Primary Cortical Neuron Cultures
The frontal cortex was dissected from postnatal days 0-2 male and female neonatal Sprague Dawley rats. Cortices were digested at room temperature for 1 hour using papain solution composed of 20 units/ml papain (Worthington Biochem, LS003126), 1.5 mM CaCl2 (Sigma Aldrich, 223506), 0.5 mM EDTA (Fisher Scientific, BP118-500), 1 mM NaOH (Fisher Scientific, BP359-500), and 0.2mg/ml cysteine (Sigma Aldrich, C6852) in 10 ml saline. Digested cortices were washed six time with Minimal Essential Media (MEM) (Life Technologies, Carlsbad, CA, 11090-081). Cortices were dissociated with a wide-bore fire-polished pipette, followed by dissociation with a narrow-bore polished pipette. pCIG2-TUBA1A-His6 (either EV, WT, or mutant) plasmids (4µg) were introduced to 4×106 dissociated neurons using Amaxa rat nucleofector kit (Lonza Bioscience, VPG-1003). Amaxa-nucleofected neurons plated at 500,000 cells per 35mm poly-D-lysine-coated glass bottom dish (WillCo Wells, HBST-3522) in MEM containing 10% Fetal Bovine Serum (FBS) (Sigma Aldrich, F4135), 1% penicillin/streptomycin (Gibco, 15070-063), and 25 µM L-glutamine (Gibco, 25030081). Following 2 hours in culture, media was replaced with supplemented FBS. At 24 hours after plating, media was replaced with Neurobasal-A (NBA) (Life Technologies, 10888-022), 2% B27 (Gibco, 17504-044), and 10 µM uridine/fluoro-deoxyuridine (Sigma Aldrich, U3003/F0503). Neurons were maintained in a 37°C humidified incubator with 5% CO2.
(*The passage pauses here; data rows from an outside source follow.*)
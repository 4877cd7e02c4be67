"""JSON: one document, the same bytes for the same answer."""

import json
import re
from typing import Any

# Legal inside JSON strings, but able to drive a terminal or to turn the reading direction: C1 controls,
# delete, bidi marks,
# line separators, tag characters.
_ESCAPED = re.compile("[\x7f-\x9f\u061c\u200e\u200f\u2028-\u202e\u2066-\u2069\ufeff\U000e0000-\U000e007f\ud800-\udfff]")


def to_json(document: dict[str, Any]) -> str:
    """The document with two spaces of indent, in the order it was built in, ending in a newline.

    Raises ValueError when a number is NaN or infinite, which no document may hold.
    """
    text = json.dumps(document, allow_nan=False, ensure_ascii=False, indent=2)
    return _ESCAPED.sub(lambda match: json.dumps(match[0])[1:-1], text) + "\n"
Neuron Immunocytochemistry
Days in vitro (DIV) 2 or DIV3 primary cortical neurons were washed with phosphate buffered saline (PBS) (Gibco, 10010023) followed by PHEM buffer, which contains 60 mM PIPES (Sigma Aldrich, P6757), 25 mM HEPES (Sigma Aldrich, H3375), 10 mM EGTA (Sigma-Aldrich, E3889), and 2 mM MgCl2 (Acros, 223211000). Soluble tubulin dimers were extracted using 0.1% triton-X (Sigma Aldrich, T9284) with 10 µM taxol (LC Labs, P-9600) and 0.1% DMSO (Fisher, M-1739) in PHEM buffer. Cells were fixed with 4% paraformaldehyde (PFA) (Sigma Aldrich, 158127) and 0.1% glutaraldehyde (Sigma Aldrich, G7776) in PBS for 10 minutes at room temperature, washed with PBS, then blocked with blocking buffer, 3% BSA (Fisher, 50-253-893) and 0.2% Triton-X in PBS. Cells were reduced with 10 mg/ml sodium borohydride (Fisher, S678-10) in an equal mixture of PBS and methanol (Acros, 177150050) for 7 minutes at room temperature, then washed three times with PBS. Cells were incubated with blocking buffer for 20 minutes at room temperature. Immunostaining was performed using a primary antibody directed against 6X-Histidine (Invitrogen, 4A12E4 37-2900; 1:500), beta-II tubulin (Abcam, ab179512; 1:500), acetylated tubulin (Sigma, T7451; 1:1000), tyrosinated tubulin (Sigma, MAB1864-I; 1:1000). Primary antibody was diluted in blocking buffer and incubated overnight at 4°C in a humidified chamber. After primary antibody staining, cells were washed three times with PBS. The secondary antibodies goat anti-rabbit IgG Alexa Fluor 568 (Thermo, A-11011), goat anti-rat IgG Alexa Fluor 568 (Thermo, A-11077), or goat anti-mouse IgG Alexa Fluor 647 (Thermo, A32728) were diluted 1:200 in blocking buffer and 1% normal goat serum (Vector Laboratories, S-1000-20) and incubated for 2 hours at room temperature in a dark container. Cells were sealed with glass coverslips and aqueous mounting media containing DAPI (Vector Laboratories, H-1200), then imaged on a spinning disk confocal microscope with a 40x oil objective (see details below). Statistical analysis between multiple groups were analyzed by two-way ANOVA and analyzed post hoc by Tukey test.
In utero electroporation
In utero electroporations were performed on E14.5 embryos of C57BL6/J wild-type pregnant mice. Plasmid DNA was endotoxin-free and prepared with 0.1% fast green dye and had a final concentration of 1µg/µl in TE buffer (10mM Tris base and 1mM EDTA, pH 8.0). Plasmid DNA was injected into the lateral ventricles of the exposed embryos and electroporated with 5 pulses at 50V for 100ms pulses each, separated by 950ms. All embryos developed to E18.5, then brains were dissected and fixed overnight at 4°C in 4% paraformaldehyde. A vibrating microtome (VT1200S; Leica, Buffalo Grove, IL) was used for 50µm thick coronal sections. Sections were mounted on glass slides, then imaged on a spinning disk confocal microscope with a 20x objective. Analysis includes at least three animals, both male and female, per condition.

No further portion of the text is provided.